## What to produce
Of all the lines below, return only those starting with the line holding "the (dispersed) truth" and going on through the line holding "for a variant.", exactly as written.

## Recorded data
//! A scenario made ready to fly, and its three flights.

use crate::airframe::Airframe;
use crate::fly::{fly, Flight, Perturbation};
use crate::linear::{trim, Trim};
use crate::pilots::{EnergyPilot, LqrPilot, PidPilot, PitchLoop};
use crate::scenario::{Estimates, Scenario};
use lawsmith_codegen::Controller;

/// The controllers every scenario flies, in report order.
pub const PILOTS: [&str; 3] = ["energy", "pid", "lqr"];

/// A scenario with its law, airframe and trim.
#[derive(Clone, Debug)]
pub struct Setup {
    /// The scenario.
    pub scenario: Scenario,
    /// The energy law (the generated controller).
    pub law: Controller,
    /// Its gains.
    pub gains: Vec<f64>,
    /// The airframe the controllers' models assume.
    pub model: Airframe,
}

/// One flight's variations: the truth airframe and the estimate errors.
#[derive(Clone, Debug)]
pub struct Variant {
    /// The truth airframe.
    pub truth: Airframe,
    /// What the controllers' estimates get wrong.
    pub estimates: Estimates,
    /// Wind and seed changes.
    pub perturbation: Perturbation,
}

/// Why a scenario cannot be set up.
#[derive(Clone, Debug, PartialEq, Eq)]
pub enum SetupError {
    /// The scenario contradicts its spec (a gain it does not declare, gains outside the
    /// proved set).
    Invalid(String),
    /// The simulator cannot fly this spec (its states are not the airframe's).
    Unsupported(String),
}

impl std::fmt::Display for SetupError {
    fn fmt(&self, f: &mut std::fmt::Formatter<'_>) -> std::fmt::Result {
        match self {
            SetupError::Invalid(m) | SetupError::Unsupported(m) => f.write_str(m),
        }
    }
}

impl Setup {
    /// Prepares a scenario flying the law of `spec` on the demo airframe.
    pub fn new(scenario: Scenario, spec: &lawsmith_spec::Spec) -> Result<Setup, SetupError> {
        let law = Controller::new(spec).map_err(|e| SetupError::Unsupported(e.0))?;
        let mut gains: Vec<f64> = law.gains.iter().map(|g| g.default).collect();
        for (name, v) in &scenario.gains {
            let i = law
                .gains
                .iter()
                .position(|g| &g.name == name)
                .ok_or_else(|| {
                    SetupError::Invalid(format!(
                        "the scenario sets gain `{name}`, which the spec does not declare"
                    ))
                })?;
            gains[i] = *v;
        }
        if !law.gains_valid(&gains) {
            return Err(SetupError::Invalid(
                "the scenario's gains leave the spec's proved gain set".into(),
            ));
        }
        crate::fly::proved_box(&law).ok_or_else(|| {
            SetupError::Unsupported(
                "the spec must have states `h` and `va` for the simulation".into(),
            )
        })?;
        Ok(Setup {
            scenario,
            law,
            gains,
            model: Airframe::default(),
        })
    }

    /// The nominal variant: truth = model, the scenario's estimates.
    pub fn nominal(&self) -> Variant {
        Variant {
            truth: self.model.clone(),
            estimates: self.scenario.estimates,
            perturbation: Perturbation::default(),
        }
    }

    /// The trim of the truth airframe at the scenario's initial flight.
    pub fn trim(&self, truth: &Airframe) -> Result<Trim, String> {
        trim(
            truth,
            self.scenario.initial.va,
            self.scenario.initial.h,
            0.0,
        )
        .map_err(|e| e.0)
    }

    /// The controller `pilot` ("energy", "pid", "lqr") for a variant, designed on the model.
    pub fn pilot(&self, pilot: &str, v: &Variant) -> Result<Box<dyn crate::pilots::Pilot>, String> {
        if pilot == "energy" {
            return Ok(Box::new(self.energy_pilot(v)?));
        }
        // the controllers are designed on the model, not the (dispersed) truth
        let model_trim = self.trim(&self.model)?;
        let t = &self.scenario.tuning;
        let pitch = PitchLoop::new(
            t.pitch,
            model_trim.controls.elevator,
            self.model.elevator_limit,
        );
        let pitch_limits = self
            .law
            .actuators
            .iter()
            .find(|a| a.name == "pitch_cmd")
            .map(|a| a.limits)
            .unwrap_or((-0.35, 0.45));
        match pilot {
            "pid" => Ok(Box::new(PidPilot::new(
                t.pid,
                model_trim,
                pitch_limits,
                pitch,
            ))),
            "lqr" => Ok(Box::new(LqrPilot::new(&self.model, model_trim, &t.lqr)?)),
            other => Err(format!("unknown controller `{other}`")),
        }
    }

    /// The energy-law controller for a variant.
    pub fn energy_pilot(&self, v: &Variant) -> Result<EnergyPilot, String> {
        let model_trim = self.trim(&self.model)?;
        let pitch = PitchLoop::new(
            self.scenario.tuning.pitch,
            model_trim.controls.elevator,
            self.model.elevator_limit,
        );
        EnergyPilot::new(
            self.law.clone(),
            self.gains.clone(),
            self.model.clone(),
            v.estimates,
            pitch,
        )
    }

    /// Flies one controller.
    pub fn fly(&self, pilot: &str, v: &Variant) -> Result<Flight, String> {
        let mut p = self.pilot(pilot, v)?;
        self.fly_with(p.as_mut(), v)
    }

    /// Flies a given controller (e.g. one wrapped to record what it does).
    pub fn fly_with(
        &self,
        p: &mut dyn crate::pilots::Pilot,
        v: &Variant,
    ) -> Result<Flight, String> {
        let truth_trim = self.trim(&v.truth)?;
        Ok(fly(
            &self.scenario,
            &v.truth,
            &truth_trim,
            &self.law,
            &self.gains,
            p,
            v.perturbation,
        ))
    }
}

## Answer section
        // the controllers are designed on the model, not the (dispersed) truth
        let model_trim = self.trim(&self.model)?;
        let t = &self.scenario.tuning;
        let pitch = PitchLoop::new(
            t.pitch,
            model_trim.controls.elevator,
            self.model.elevator_limit,
        );
        let pitch_limits = self
            .law
            .actuators
            .iter()
            .find(|a| a.name == "pitch_cmd")
            .map(|a| a.limits)
            .unwrap_or((-0.35, 0.45));
        match pilot {
            "pid" => Ok(Box::new(PidPilot::new(
                t.pid,
                model_trim,
                pitch_limits,
                pitch,
            ))),
            "lqr" => Ok(Box::new(LqrPilot::new(&self.model, model_trim, &t.lqr)?)),
            other => Err(format!("unknown controller `{other}`")),
        }
    }

    /// The energy-law controller for a variant.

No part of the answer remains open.